The same scenario played out last winter and autumn just 15 miles up Route 1 in Lincolnville, where the town took the power company to task for how it was implementing its vegetation management project. In October, Lincolnville residents gathered with CMP representatives in a public hearing that stretched over two nights, and plowed through communication obstacles. By the end of that meeting, Lincolnville resident Liz Hand sagely predicted that other towns in the region might face the same issues her town had. Why not pass on what Lincolnville learned, she suggested.

Rockland was wise to call in Lincolnville’s tree expert Will Brown, who spoke at the Feb. 1 meeting. CMP’s goal is to carry out its power reliability plan so fallen trees and branches do not leave us in the dark. That’s a goal we all can endorse but its success lies in establishing clear communication and respect between property owners, the municipality and the company. That wheel does not have to be reinvented for this one. Other towns would be wise to prick up their ears and follow the examples set by Lincolnville and Rockland.


Trim school budgets — but with care

After a long sleepy spell of ignoring ever-increasing public education budgets, the lumbering public is waking up. Sure, there were voices here and there questioning budgets, but more often than not, the majority of residents who turned out to vote were adamant that educating children was paramount. No matter that the broad rubric of “educating our children” included annual increases in benefits packages or expensive facility improvements or an ever-growing list of stipends for extracurricular activities. School boards just had a hard time saying no — to parents, to proposals, to unions, to health insurance companies, even to laptops.

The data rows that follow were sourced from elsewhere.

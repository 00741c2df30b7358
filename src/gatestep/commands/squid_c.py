"""The squid axon's step in plain C, built where it is run, for ``gatestep bench step``."""

from __future__ import annotations

import ctypes
import os
import shlex
import shutil
import subprocess
from pathlib import Path
from typing import TYPE_CHECKING

import numpy as np
from numpy.typing import NDArray

from ..kernel import STATES, settle

if TYPE_CHECKING:
    from .bench import Stepped

Floats = NDArray[np.float64]

SOURCE = Path(__file__).with_name("squid_step.c")
C_PLAIN = "C, -O3"
FLAGS = {C_PLAIN: ("-O3",), "C, -O3 -march=native": ("-O3", "-march=native")}
_LONGEST_S = 120


class SquidInC:
    """The C step along the kernel's voltages; a call does so, filling ``i_pa``.

    It starts from the steady state that the kernel starts from and goes on, call
    after call, from where it is.
    """

    def __init__(self, library: Path, squid: Stepped, tick_ms: float) -> None:
        self._run = ctypes.CDLL(str(library)).squid_run
        self._run.restype = None
        self.i_pa = np.zeros_like(squid.v_mv)
        start = np.zeros(STATES)
        settle(squid.bank, squid.table, start, squid.v_mv[0])
        self._arrays = (
            start[:3].copy(),
            squid.bank.gmax_ns[:3].copy(),
            squid.bank.reversal_mv[:3].copy(),
            squid.v_mv,
        )
        # Converted once: what a call converts would count in its time.
        pointers = [ctypes.c_void_p(a.ctypes.data) for a in self._arrays]
        count, tick = ctypes.c_long(squid.v_mv.size), ctypes.c_double(tick_ms)
        self._arguments = (*pointers, count, tick, ctypes.c_void_p(self.i_pa.ctypes.data))

    def __call__(self) -> None:
        """Step once along the voltages."""
        self._run(*self._arguments)


def compiler() -> list[str] | None:
    """The command of the C compiler, from ``CC`` or ``cc`` on the path; None without one."""
    named = shlex.split(os.environ.get("CC", ""))
    if named:
        return named
    found = shutil.which("cc")
    return [found] if found else None


def compiler_name() -> str | None:
    """First line of what the compiler says of itself."""
    command = compiler()
    if command is None:
        return None
    try:
        done = subprocess.run(
            [*command, "--version"], capture_output=True, text=True, timeout=20, check=False
        )
    except (OSError, subprocess.TimeoutExpired):
        return None
    return done.stdout.partition("\n")[0] or None


def build_squid_step(
    folder: Path, squid: Stepped, tick_ms: float
) -> tuple[dict[str, SquidInC], str | None]:
    """Build the C step with each set of flags.

    Parameters
    ----------
    folder : Path
        Where the libraries are written.
    squid : Stepped
        The same model for the kernel: conductances, voltages and starting state.
    tick_ms : float
        The tick.

    Returns
    -------
    runs, why_not
        The C by the name of its flags; and why some or all could not be built, None
        if all were.
    """
    command = compiler()
    if command is None:
        return {}, "no C compiler: there is no cc on the path"
    runs, faults = {}, []
    for number, (name, flags) in enumerate(FLAGS.items()):
        library = folder / f"squid_step_{number}.so"
        output = ["-std=c99", "-shared", "-fPIC", "-o", str(library), str(SOURCE), "-lm"]
        fault = _compile([*command, *flags, *output])
        if fault:
            faults.append(f"{name}: {fault}")
        else:
            runs[name] = SquidInC(library, squid, tick_ms)
    return runs, "; ".join(faults) or None


def _compile(command: list[str]) -> str | None:
    """Run a compiler; what went wrong, if anything."""
    try:
        done = subprocess.run(
            command, capture_output=True, text=True, timeout=_LONGEST_S, check=False
        )
    except (OSError, subprocess.TimeoutExpired) as fault:
        return f"{command[0]}: {fault}"
    return None if done.returncode == 0 else f"{command[0]}: {done.stderr.strip()[-300:]}"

Now the coin is flipping and another mantra emerges: cut spending, trim budgets, reduce taxpayer bills. Can district budget committees accomplish this without reducing the quality of education, without cutting a successful curriculum? Not without the interested public getting involved. It is not enough to shout from another side of town that school budgets must be cut. The gritty work of reducing expenditures this coming year will take place in administrator conversations, and then in budget committee meetings, and then in full school board meetings.

In all of those places, advocates for special interests will speak up, just like in the hallways of Congress. Who will watch to ensure that class sizes don’t swell in size a la 1973, that quality programs are not eliminated for the sake of the mediocre, and that fresh ideas never get a chance to get off the ground.

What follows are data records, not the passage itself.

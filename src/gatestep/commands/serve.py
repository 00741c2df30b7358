"""``gatestep serve``: run a server in this process until it is told to stop."""

from __future__ import annotations

import json
import signal
import sys
from pathlib import Path
from types import FrameType
from typing import Any

CAUTION = (
    "Not a medical device; never for use on people. Try every model and rig on a model cell "
    "first, know the amplifier's limits, and keep to its manual, local rules and licensed practice."
)


def serve(rig_file: Path, arm: bool, force: bool, json_output: bool) -> int:
    """Serve a rig file; returns the exit status.

    SIGINT and SIGTERM make the loop answer 0 pA and end in order.
    """
    from ..config import load_rig
    from ..server import Server

    def say(text: str) -> None:
        print(f"gatestep: {text}", file=sys.stderr, flush=True)

    stop_asked = False

    def ask_stop(_number: int, _frame: FrameType | None) -> None:
        nonlocal stop_asked
        stop_asked = True

    server = Server(load_rig(rig_file), say)
    say(CAUTION)
    for number in (signal.SIGINT, signal.SIGTERM):
        signal.signal(number, ask_stop)
    try:
        server.start()
        if arm and not stop_asked:
            server.arm(force)
            say("armed from the start" + (", whatever the check says" if force else ""))
        _announce(server.endpoints(), server.recording(), json_output)
        result = server.attend(until=lambda: stop_asked)
        _close_report(server.watch.summary(), server.recording(), json_output)
    finally:
        server.close()
    if result:
        say("the loop socket was lost; the loop has ended")
    return result


def _announce(endpoints: dict[str, str], record: dict[str, Any], json_output: bool) -> None:
    if json_output:
        print(
            json.dumps({"ready": True, "endpoints": endpoints, "journal": record["path"]}),
            flush=True,
        )
        return
    print("ready: " + ", ".join(f"{k} {v}" for k, v in endpoints.items()), flush=True)
    if record["state"] == "on":
        print(f"journal: {record['path']}", flush=True)


def _close_report(summary: dict[str, Any], record: dict[str, Any], json_output: bool) -> None:
    if json_output:
        print(json.dumps({"stopped": True, **summary, "recording": record}), flush=True)
        return
    counts = ("answered", "late", "missed", "clipped", "trips")
    print("stopped at 0 pA: " + ", ".join(f"{summary[k]} {k}" for k in counts), flush=True)
    if record["path"]:
        print(f"journal: {record['path']}, {record['samples']} samples", flush=True)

Managing $7 million, $11 million, $23 million school budgets is a monumental task. Collectively funding public education, just like collectively funding our fire departments, town libraries and town offices, relies on public participation for its success.Those who advocate strongly for trimming school expenditures, but say not at the expense of academics and quality education, must also get involved in how those expenditures get reduced. That may very well mean long March nights locked in debate, but in the end, everyone will get educated.